__Supplied data__
using UnitsNet;
using static FiberScope.Filtration.Tests.Media;

namespace FiberScope.Filtration.Tests;

public sealed class ClassTests
{
    private static readonly Area Mask = Area.FromSquareCentimeters(150);

    // EN 1822-1: H13 from 99.95 % at the most-penetrating size, H14 from 99.995 % (read in vendor tables).
    [Fact]
    public void A_medium_of_99_97_percent_at_its_worst_size_is_H13()
    {
        var medium = Layer(6e-7, 0.07, 1.2e-4);
        var thickness = 1.2e-4 * 8.111728 / -Math.Log(MediaModel.Forecast([medium], At(0.0533)).PenetrationAtMostPenetratingSize);
        var judged = MediaClasses.Judge([medium with { Thickness = Length.FromMeters(thickness) }], At(0.0533));
        var classes = judged.Single(c => c.Standard == "EN 1822-1");
        Assert.Equal("H13", classes.Class);
        Assert.True(classes.All[0].Probability >= classes.All[^1].Probability);
        Assert.Equal("35 H", judged.Single(c => c.Standard == "ISO 29463-1").Class);
    }

    [Fact]
    public void An_open_medium_reaches_no_class_but_a_probability_is_still_told()
    {
        var judged = MediaClasses.Judge([Layer(2e-5, 0.05, 2e-4)], At(0.05), null, Mask);
        Assert.Null(judged.Single(c => c.Standard == "EN 149").Class);
        Assert.All(judged, c => Assert.All(c.All, p => Assert.InRange(p.Probability, 0, 1)));
    }

    [Fact]
    public void Higher_classes_are_never_likelier()
    {
        var judged = MediaClasses.Judge([Layer(2.5e-6, 0.07, 4e-4) with { Uncertainty = new LayerUncertainty { DiameterScale = 0.08 } }], At(0.09), new ForecastSettings { Draws = 100 }, Mask);
        foreach (var standard in judged.Where(c => c.Standard is "EN 1822-1" or "42 CFR 84, N series" or "ASHRAE 52.2"))
        {
            Assert.All(standard.All.Zip(standard.All.Skip(1)), pair => Assert.True(pair.First.Probability >= pair.Second.Probability - 1e-12));
        }
    }

    [Fact]
    public void Without_an_area_pressure_limits_are_named_as_not_judged() =>
        Assert.Contains("pressure drop", MediaClasses.Judge([Layer(2.5e-6, 0.07, 4e-4)], At(0.09)).Single(c => c.Standard == "EN 149").NotJudged, StringComparison.Ordinal);

    [Fact]
    public void Every_class_names_its_edition_and_where_its_limits_are_from() =>
        Assert.All(MediaClasses.Judge([Layer(2.5e-6, 0.07, 4e-4)], At(0.09)), c => Assert.True(c.Edition.Length > 3 && c.Provenance.Length > 3 && c.NotJudged.Length > 3));

    // Count median 75 nm and GSD 1.86 (42 CFR 84, from memory); mass median 238 nm (read in PMC10474009, table 1).
    [Fact]
    public void Published_test_aerosols_can_be_had_by_name()
    {
        var salt = TestAerosol.Published.Single(a => a.Id == "cfr84-salt");
        Assert.Equal(238, HatchChoate.Median(salt.Aerosol.CountMedian, salt.Aerosol.GeometricStandardDeviation, 3).Nanometers, 1.0);
        Assert.Equal(85, salt.Flow!.Value.LitersPerMinute, 1e-9);
        Assert.All(TestAerosol.Published, a => Assert.NotEmpty(a.Provenance));
    }

    [Fact]
    public void A_charge_does_not_help_where_the_test_takes_it_off()
    {
        var medium = Layer(4e-6, 0.08, 4e-4);
        var charged = medium with { Charge = new FibreCharge(ElectricSurfaceChargeDensity.FromCoulombsPerSquareMeter(5e-5)) };
        double P95(MediaLayer layer) => MediaClasses.Judge([layer], At(0.09), null, Mask).Single(c => c.Standard == "42 CFR 84, P series").All[0].Probability;
        double N95(MediaLayer layer) => MediaClasses.Judge([layer], At(0.09), null, Mask).Single(c => c.Standard == "42 CFR 84, N series").All[0].Probability;
        Assert.Equal(P95(medium), P95(charged), 1e-9);
        Assert.True(N95(charged) > N95(medium));
    }
}
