using FiberScope.Statistics;
using UnitsNet;
using static FiberScope.Filtration.Tests.Media;

namespace FiberScope.Filtration.Tests;

public sealed class DesignTests
{
    private static readonly Density Polypropylene = Density.FromKilogramsPerCubicMeter(905);
    private static readonly MediaLayer Start = Layer(3e-6, 0.08, 3e-4);

    [Fact]
    public void A_design_meets_its_targets_when_forecast_forwards()
    {
        var targets = new DesignTargets { PenetrationAtMostPenetratingSize = 0.2, PressureDrop = Pressure.FromPascals(150), BasisWeight = AreaDensity.FromGramsPerSquareMeter(60) };
        var best = Design(targets).Search(6)[0];
        var forecast = MediaModel.Forecast(best.Layers, At(0.053));
        Assert.True(best.MeetsTargets);
        Assert.InRange(forecast.PenetrationAtMostPenetratingSize, 0, 0.2);
        Assert.InRange(forecast.PressureDrop.Pascals, 0, 150);
        Assert.Equal(best.QualityFactorPerPascal, forecast.QualityFactorPerPascal, 1e-9);
        Assert.Equal(["penetration-at-most-penetrating-size", "pressure-drop"], best.Probabilities.Keys);
    }

    [Fact]
    public void Targets_out_of_reach_are_said_to_be_missed()
    {
        var best = Design(new DesignTargets { PenetrationAtMostPenetratingSize = 1e-6, PressureDrop = Pressure.FromPascals(5) }).Search(4, 2);
        Assert.All(best, c => Assert.False(c.MeetsTargets));
    }

    [Fact]
    public void A_map_runs_from_the_low_ends_of_both_variables()
    {
        var weight = new DesignVariable(DesignKind.BasisWeight, 0, new Interval(0.01, 0.08));
        var diameter = new DesignVariable(DesignKind.MedianDiameter, 0, new Interval(1e-6, 6e-6));
        var map = Design(new DesignTargets()).Map(diameter, weight, 3);
        Assert.Equal(1e-6, map[0][0].Values[0], 1e-12);
        Assert.Equal(6e-6, map[0][2].Values[0], 1e-12);
        Assert.Equal(80, map[2][0].BasisWeight.GramsPerSquareMeter, 1e-6);
        Assert.True(map[0][0].PenetrationAtMostPenetratingSize < map[0][2].PenetrationAtMostPenetratingSize);
        Assert.True(map[2][0].PressureDrop > map[0][0].PressureDrop);
    }

    [Fact]
    public void Solidity_changes_without_changing_the_weight()
    {
        var map = Design(new DesignTargets()).Map(new DesignVariable(DesignKind.Solidity, 0, new Interval(0.04, 0.16)), new DesignVariable(DesignKind.Charge, 0, new Interval(0, 5e-5)), 2);
        Assert.Equal(map[0][0].BasisWeight.GramsPerSquareMeter, map[1][1].BasisWeight.GramsPerSquareMeter, 1e-9);
        Assert.True(map[1][0].PenetrationAtMostPenetratingSize < map[0][0].PenetrationAtMostPenetratingSize);
    }

    [Fact]
    public void A_fine_layer_may_take_a_larger_share_of_the_same_weight()
    {
        var design = new MediaDesign([Layer(1e-6, 0.06, 1e-4), Layer(1.5e-5, 0.1, 5e-4)], At(0.053), new DesignTargets(), [new DesignVariable(DesignKind.WeightShare, 0, new Interval(0.05, 0.5))], Polypropylene, new ForecastSettings { Draws = 0 });
        var tried = design.Search(2, 2).OrderBy(c => c.Values[0]).ToArray();
        Assert.Equal(tried[0].BasisWeight.GramsPerSquareMeter, tried[^1].BasisWeight.GramsPerSquareMeter, 1e-9);
        Assert.True(tried[0].PenetrationAtMostPenetratingSize > tried[^1].PenetrationAtMostPenetratingSize);
    }

    [Fact]
    public void A_design_without_variables_is_refused() =>
        Assert.Throws<ArgumentException>(() => new MediaDesign([Start], At(0.05), new DesignTargets(), [], Polypropylene));

    private static MediaDesign Design(DesignTargets targets) => new(
        [Start with { Uncertainty = new LayerUncertainty { DiameterScale = 0.05 } }],
        At(0.053),
        targets,
        [new DesignVariable(DesignKind.MedianDiameter, 0, new Interval(0.8e-6, 8e-6)), new DesignVariable(DesignKind.BasisWeight, 0, new Interval(0.01, 0.1))],
        Polypropylene,
        new ForecastSettings { Draws = 100 });
}
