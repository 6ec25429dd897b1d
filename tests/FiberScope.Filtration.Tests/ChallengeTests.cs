using UnitsNet;
using static FiberScope.Filtration.Tests.Media;

namespace FiberScope.Filtration.Tests;

public sealed class ChallengeTests
{
    private static readonly ForecastSettings Quick = new() { Draws = 0 };

    // Independent script of this project: salt of 75 nm count median, GSD 1.86, unit density, through one fan-model medium.
    [Theory]
    [InlineData(AerosolBasis.Count, 0.0391344156923891)]
    [InlineData(AerosolBasis.Mass, 0.0699148449086659)]
    public void Penetration_of_a_log_normal_aerosol_matches_an_independent_calculation(AerosolBasis basis, double expected)
    {
        var aerosol = new ChallengeAerosol(Length.FromNanometers(75), 1.86, basis) { ParticleDensity = Density.FromKilogramsPerCubicMeter(1000) };
        Assert.Equal(expected, Challenge.Penetration([Layer(2e-6, 0.08, 6e-4)], At(0.0944), aerosol, Quick).Penetration, expected * 1e-3);
    }

    [Fact]
    public void An_aerosol_of_one_size_is_a_point_of_the_curve()
    {
        var aerosol = new ChallengeAerosol(Length.FromNanometers(300), 1, AerosolBasis.Mass) { ParticleDensity = Density.FromKilogramsPerCubicMeter(1000) };
        Assert.Equal(
            MediaModel.Forecast([Layer(2e-6, 0.08, 6e-4)], At(0.05, 3e-7), Quick).Curve[0].Penetration,
            Challenge.Penetration([Layer(2e-6, 0.08, 6e-4)], At(0.05), aerosol, Quick).Penetration,
            1e-12);
    }

    // Below 0.2 µm scattered light grows as d⁶ (Rayleigh), so a photometer weighs far larger particles than a balance does.
    [Fact]
    public void A_light_photometer_lets_the_larger_particles_count_for_more()
    {
        double Of(AerosolBasis basis) => Challenge.Penetration([Layer(2e-6, 0.08, 6e-4)], At(0.0944), new ChallengeAerosol(Length.FromNanometers(75), 1.86, basis), Quick).Penetration;
        Assert.True(Of(AerosolBasis.ScatteredLight) < Of(AerosolBasis.Mass));
    }

    [Fact]
    public void A_band_of_sizes_lies_between_its_ends()
    {
        MediaLayer[] medium = [Layer(8e-6, 0.08, 6e-4)];
        var band = Challenge.OverBand(medium, At(0.2), Length.FromMicrometers(1), Length.FromMicrometers(3), Quick).Penetration;
        var ends = MediaModel.Forecast(medium, At(0.2, 1e-6, 3e-6), Quick).Penetrations();
        Assert.InRange(band, ends[1], ends[0]);
    }
}
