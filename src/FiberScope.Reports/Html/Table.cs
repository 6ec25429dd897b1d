namespace FiberScope.Reports.Html;

/// <summary>A table whose header row is repeated on every printed page.</summary>
internal sealed class Table
{
    private readonly List<Markup> _rows = [];
    private readonly Markup _head;
    private readonly string _kind;

    /// <summary>Begins a table.</summary>
    /// <param name="kind">Its style: <c>figures</c> for columns of numbers, <c>text</c> for words.</param>
    /// <param name="headings">The column headings.</param>
    public Table(string kind, params string[] headings)
    {
        _kind = kind;
        _head = Markup.Join(headings.Select(h => Markup.Of($"<th scope=\"col\">{h}</th>")));
    }

    /// <summary>Adds a row; its first cell heads it.</summary>
    public Table Row(params Markup[] cells) => Row("", cells);

    /// <summary>Adds a row of plain texts.</summary>
    public Table Row(params string[] cells) => Row([.. cells.Select(c => Markup.Of($"{c}"))]);

    /// <summary>Adds a row with a style of its own.</summary>
    public Table Row(string style, Markup[] cells)
    {
        var rest = Markup.Join(cells.Skip(1).Select(c => Markup.Of($"<td>{c}</td>")));
        _rows.Add(Markup.Of($"<tr class=\"{style}\"><th scope=\"row\">{cells[0]}</th>{rest}</tr>"));
        return this;
    }

    /// <summary>The finished table; nothing when it has no rows.</summary>
    public Markup Finish() => _rows.Count == 0
        ? Markup.Empty
        : Markup.Of($"<div class=\"wide\"><table class=\"{_kind}\"><thead><tr>{_head}</tr></thead><tbody>{_rows}</tbody></table></div>");
}
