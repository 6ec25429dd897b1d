using FiberScope.Filtration.Drag;
using UnitsNet;
using static FiberScope.Filtration.Tests.Media;

namespace FiberScope.Filtration.Tests;

public sealed class ForecastTests
{
    // Values: an independent script of this project, from the formulas of each set (µ, λ, Cc as in AirProperties and Allen and Raabe).
    [Theory]
    [InlineData(CorrelationSet.KirschStechkina1978, 1.1e-5, 0.05, 0.005, 0.053, 0.3565982467753251)]
    [InlineData(CorrelationSet.KirschStechkina1978, 1.5e-7, 0.03, 1e-5, 0.053, 5.514498598429659)]
    [InlineData(CorrelationSet.KirschStechkina1978, 2e-5, 0.1, 3e-4, 0.1, 0.010503645233185258)]
    [InlineData(CorrelationSet.LeeLiu1982, 2e-5, 0.1, 3e-4, 0.1, 0.0068754615483564326)]
    [InlineData(CorrelationSet.Hinds1999, 6e-7, 0.07, 4e-4, 0.053, 27.874489142495076)]
    [InlineData(CorrelationSet.Hinds1999, 1.1e-5, 0.05, 0.005, 0.053, 0.2957483426123649)]
    public void Penetration_of_300_nm_matches_an_independent_calculation(CorrelationSet set, double fibre, double solidity, double thickness, double velocity, double expected)
    {
        var forecast = MediaModel.Forecast([Layer(fibre, solidity, thickness)], At(velocity, 3e-7), By(set));
        Assert.Equal(expected, forecast.MinusLogP(), expected * 1e-4);
    }

    [Theory]
    [InlineData(CorrelationSet.LeeLiu1982, 6e-7, 0.07, 4e-4, 0.053, 1.607542611632449e-07)]
    [InlineData(CorrelationSet.Hinds1999, 2e-6, 0.08, 3e-4, 0.053, 2.0335763023924622e-07)]
    [InlineData(CorrelationSet.KirschStechkina1978, 1.5e-7, 0.03, 1e-5, 0.053, 1.1316515819364286e-07)]
    public void Most_penetrating_size_matches_an_independent_calculation(CorrelationSet set, double fibre, double solidity, double thickness, double velocity, double expected)
    {
        var forecast = MediaModel.Forecast([Layer(fibre, solidity, thickness)], At(velocity), By(set));
        Assert.Equal(expected, forecast.MostPenetratingSize!.Value.Meters, expected * 0.001);
    }

    [Theory]
    [InlineData(6e-7, 0.07, 4e-4, 0.053, 959.5274631846644)]
    [InlineData(2e-6, 0.08, 3e-4, 0.053, 96.7379163828812)]
    [InlineData(1.1e-5, 0.05, 0.005, 0.053, 28.15940323436461)]
    public void Pressure_drop_is_Davies_law_with_the_slip_of_the_fan_model(double fibre, double solidity, double thickness, double velocity, double expected) =>
        Assert.Equal(expected, MediaModel.Forecast([Layer(fibre, solidity, thickness)], At(velocity, 3e-7)).PressureDrop.Pascals, expected * 1e-5);

    [Fact]
    public void A_velocity_and_its_pressure_drop_are_each_others_inverse()
    {
        MediaLayer[] layers = [Layer(2e-6, 0.08, 3e-4), Layer(1e-5, 0.1, 1e-3)];
        var velocity = MediaModel.AirPermeability(layers, At(0.05), Pressure.FromPascals(200));
        Assert.Equal(200, MediaModel.PressureDropAt(layers, At(0.05), velocity).Pascals, 1e-9);
    }

    [Fact]
    public void The_usual_range_of_sizes_is_10_nm_to_10_µm()
    {
        var curve = MediaModel.Forecast([Layer(2e-6, 0.08, 3e-4)], At(0.05)).Curve;
        Assert.Equal(10, curve[0].Particle.Nanometers, 1e-6);
        Assert.Equal(10, curve[^1].Particle.Micrometers, 1e-9);
    }

    [Theory]
    [InlineData(0.9, 0.05, 3e-7, "solidity 0.9")]
    [InlineData(0.08, 100, 3e-7, "Face velocity 1E+04 cm/s")]
    [InlineData(0.08, 0.05, 1e-9, "Particles of 0.001 µm")]
    public void What_no_range_covers_is_flagged_with_the_range(double solidity, double velocity, double particle, string words)
    {
        var caveats = MediaModel.Forecast([Layer(2e-6, solidity, 3e-4)], At(velocity, particle)).Caveats;
        Assert.Contains(caveats, c => c.Code == "outside-fitted-range" && c.Message.Contains(words, StringComparison.Ordinal) && c.Message.Contains("range", StringComparison.Ordinal));
    }

    [Fact]
    public void Shares_of_the_mechanisms_sum_to_one() =>
        Assert.All(MediaModel.Forecast([Layer(2e-6, 0.08, 3e-4)], At(0.05)).Curve, c => Assert.Equal(1, c.ByMechanism.Values.Sum(), 1e-12));

    [Fact]
    public void A_medium_without_layers_is_refused() =>
        Assert.Throws<ArgumentException>(() => MediaModel.Forecast([], At(0.05)));

    [Fact]
    public void A_given_inhomogeneity_divides_pressure_drop_and_efficiency_alike()
    {
        var layer = Layer(2e-6, 0.05, 3e-4);
        var even = MediaModel.Forecast([layer with { InhomogeneityFactor = 1 }], At(0.05, 5e-8));
        var uneven = MediaModel.Forecast([layer with { InhomogeneityFactor = 1.5 }], At(0.05, 5e-8));
        Assert.Equal(even.PressureDrop.Pascals / 1.5, uneven.PressureDrop.Pascals, 1e-9);
        Assert.Equal(even.MinusLogP() / 1.5, uneven.MinusLogP(), 0.02);
    }

    // The values of dP_davies_fan_slip and of the laws' dimensionless drags, through the medium's own sum.
    [Fact]
    public void Laws_of_resistance_stand_side_by_side()
    {
        var laws = PressureDropLaws.All([Layer(2e-6, 0.08, 3e-4)], At(0.053));
        Assert.Equal(96.7379163828812, laws["davies-1952-with-fan-slip"].Pascals, 1e-3);
        Assert.True(laws["davies-1952"] > laws["davies-1952-with-fan-slip"]);
        Assert.True(laws["kuwabara-1959-with-slip"] > laws["random-in-space-spielman-goren-1968"]);
        Assert.True(laws.Count >= 5);
    }
}
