namespace FiberScope.Reports.Html;

/// <summary>What stands before and after the content of every page.</summary>
/// <remarks>No scripts, no fonts, nothing loaded from anywhere.</remarks>
internal static class Page
{
    /// <summary>The end of a page.</summary>
    public static Markup Foot { get; } = Markup.Of($"</main>\n</body>\n</html>\n");

    /// <summary>The beginning of a page, up to where its sections go.</summary>
    /// <param name="title">The page's title.</param>
    /// <param name="software">The program that made it.</param>
    public static Markup Head(string title, string software) => Markup.Of(
        $"""
        <!doctype html>
        <html lang="en">
        <head>
        <meta charset="utf-8">
        <meta name="viewport" content="width=device-width, initial-scale=1">
        <meta name="generator" content="{software}">
        <meta http-equiv="Content-Security-Policy" content="default-src 'none'; img-src data:; style-src 'unsafe-inline'">
        <title>{title}</title>
        <style>{Stylesheet.Report}</style>
        </head>
        <body>
        <main>

        """);

    /// <summary>A section with its heading; without one when the heading is empty.</summary>
    public static Markup Section(string anchor, string heading, Markup content) => heading.Length == 0
        ? Markup.Of($"<section id=\"{anchor}\">\n{content}\n</section>\n")
        : Markup.Of($"<section id=\"{anchor}\">\n<h2>{heading}</h2>\n{content}\n</section>\n");
}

__What you need to do__
Go through the listing and say how many lines contain the string "Adds", offering only the number.

__Written reply__
3